**What to do:**
When a line below contains the string "mostSeconds", show that line.

**Recorded information:**
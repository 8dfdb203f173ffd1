using Lampwarden.Analysis.Lamps;
using Lampwarden.Analysis.Tungsten;
using Lampwarden.Analysis.Units;

namespace Lampwarden.Analysis.Prediction;

/// <summary>A cold switch-on as simulated: the current at every step and each lamp's temperature twenty times a cycle.</summary>
public sealed class SwitchOn
{
    private const double SettledShare = 0.10;

    // Ends once a cycle's RMS has stayed this near the steady value, and hardly moved from cycle to cycle, for this long.
    private const double NearShare = 0.012;
    private const double MovingShare = 0.0004;
    private const double QuietSeconds = 0.25;

    private readonly List<double> amps = [];
    private readonly List<double>[] kelvin;

    private readonly int perCycle;

    private SwitchOn(int lamps, CircuitSimulation simulation)
    {
        (StepSeconds, perCycle) = (simulation.StepSeconds, simulation.StepsPerCycle);
        kelvin = [.. Enumerable.Range(0, lamps).Select(_ => new List<double>())];
        FirstGlowSeconds = [.. Enumerable.Repeat(double.NaN, lamps)];
    }

    /// <summary>Time between two values of <see cref="Amps"/>.</summary>
    public double StepSeconds { get; }

    /// <summary>Time between two values of <see cref="Kelvin"/>.</summary>
    public double KelvinSeconds => StepSeconds * KelvinEvery;

    private int KelvinEvery => perCycle / 20;

    /// <summary>Instantaneous line current, beginning with the instant of switching.</summary>
    public IReadOnlyList<double> Amps => amps;

    /// <summary>First visible glow of each lamp; NaN for never.</summary>
    public double[] FirstGlowSeconds { get; }

    /// <summary>Highest instantaneous current, without its sign.</summary>
    public double PeakAmps { get; private set; }

    /// <summary>Temperatures of one lamp.</summary>
    public IReadOnlyList<double> Kelvin(int lamp) => kelvin[lamp];

    /// <summary>Simulates until all is quiet, every lamp that will glow glows and the meter's first windows are over.</summary>
    /// <param name="simulation">Just reset.</param>
    /// <param name="steadyAmps">Where the current will end; NaN where it never settles.</param>
    /// <param name="willGlow">Lamps whose steady temperature is above the first visible glow.</param>
    /// <param name="leastSeconds">Not to end before.</param>
    /// <param name="mostSeconds">To end at the latest.</param>
    public static SwitchOn Run(CircuitSimulation simulation, double steadyAmps, ReadOnlySpan<bool> willGlow, double leastSeconds, double mostSeconds)
    {
        var run = new SwitchOn(simulation.FilamentKelvin.Length, simulation);
        run.Note(simulation);
        var squares = 0.0;
        var (quiet, before) = (0.0, 0.0);
        while (simulation.Seconds < mostSeconds)
        {
            simulation.Step();
            run.Note(simulation);
            squares += run.amps[^1] * run.amps[^1];
            if (run.amps.Count % run.perCycle == 1)
            {
                var rms = Math.Sqrt(squares / run.perCycle);
                squares = 0;
                var cycle = run.StepSeconds * run.perCycle;
                var isQuiet = Math.Abs(rms / steadyAmps - 1) < NearShare && Math.Abs(rms - before) < MovingShare * rms;
                (quiet, before) = (isQuiet ? quiet + cycle : 0, rms);
                if (quiet >= QuietSeconds && simulation.Seconds >= leastSeconds && run.AllGlow(willGlow))
                {
                    break;
                }
            }
        }

        return run;
    }

    /// <summary>Highest current over the first cycle for switching at twelve phases, and the phase of the worst.</summary>
    public static (double PhaseDegrees, double PeakAmps) WorstPhase(Mains mains, Bank bank, Unit unit, double sourceOhms)
    {
        var (worst, peak) = (0.0, 0.0);
        var simulation = new CircuitSimulation(mains, bank, unit, sourceOhms: sourceOhms);
        for (var phase = 0; phase < 180; phase += 15)
        {
            simulation.Reset(phase);
            var highest = Math.Abs(simulation.LineAmps);
            for (var step = 0; step < simulation.StepsPerCycle; step++)
            {
                simulation.Step();
                highest = Math.Max(highest, Math.Abs(simulation.LineAmps));
            }

            if (highest > peak)
            {
                (worst, peak) = (phase, highest);
            }
        }

        return (worst, peak);
    }

    /// <summary>What a meter shows, its first window beginning with the switch-on: end of each window and reading.</summary>
    public IReadOnlyList<(double Seconds, double Amps)> Readings(PredictedMeter meter) => MeterView.Readings(amps, StepSeconds, meter);

    /// <summary>True RMS over a stretch, in A; NaN where it reaches beyond what was simulated.</summary>
    public double RmsAmps(double fromSeconds, double seconds)
    {
        var first = (int)Math.Round(fromSeconds / StepSeconds);
        var count = Math.Max(1, (int)Math.Round(seconds / StepSeconds));
        if (first + count >= amps.Count)
        {
            return double.NaN;
        }

        var sum = 0.5 * (amps[first] * amps[first] + amps[first + count] * amps[first + count]);
        for (var index = first + 1; index < first + count; index++)
        {
            sum += amps[index] * amps[index];
        }

        return Math.Sqrt(sum / count);
    }

    /// <summary>From when on the RMS current of one cycle, counted at its middle, stays within 10 % of the steady one.</summary>
    public double SettleSeconds(double steadyAmps)
    {
        if (!(steadyAmps > 0) || amps.Count <= perCycle)
        {
            return double.NaN;
        }

        var sum = 0.0;
        var last = -1;
        for (var index = 1; index < amps.Count; index++)
        {
            sum += amps[index] * amps[index] - (index > perCycle ? amps[index - perCycle] * amps[index - perCycle] : 0);
            if (index >= perCycle && Math.Abs(Math.Sqrt(Math.Max(0, sum) / perCycle) / steadyAmps - 1) > SettledShare)
            {
                last = index;
            }
        }

        return last < 0 ? 0 : last >= amps.Count - 1 ? double.NaN : (last + 1 - perCycle / 2) * StepSeconds;
    }

    private void Note(CircuitSimulation simulation)
    {
        var current = simulation.LineAmps;
        PeakAmps = Math.Max(PeakAmps, Math.Abs(current));
        var temperatures = simulation.FilamentKelvin;
        for (var lamp = 0; lamp < kelvin.Length; lamp++)
        {
            if (amps.Count % KelvinEvery == 0)
            {
                kelvin[lamp].Add(temperatures[lamp]);
            }

            if (double.IsNaN(FirstGlowSeconds[lamp]) && temperatures[lamp] >= TungstenProperties.FirstGlowKelvin)
            {
                FirstGlowSeconds[lamp] = simulation.Seconds;
            }
        }

        amps.Add(current);
    }

    private bool AllGlow(ReadOnlySpan<bool> willGlow)
    {
        for (var lamp = 0; lamp < willGlow.Length; lamp++)
        {
            if (willGlow[lamp] && double.IsNaN(FirstGlowSeconds[lamp]))
            {
                return false;
            }
        }

        return true;
    }
}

**Response to the exercise:**
    /// <param name="mostSeconds">To end at the latest.</param>
    public static SwitchOn Run(CircuitSimulation simulation, double steadyAmps, ReadOnlySpan<bool> willGlow, double leastSeconds, double mostSeconds)
        while (simulation.Seconds < mostSeconds)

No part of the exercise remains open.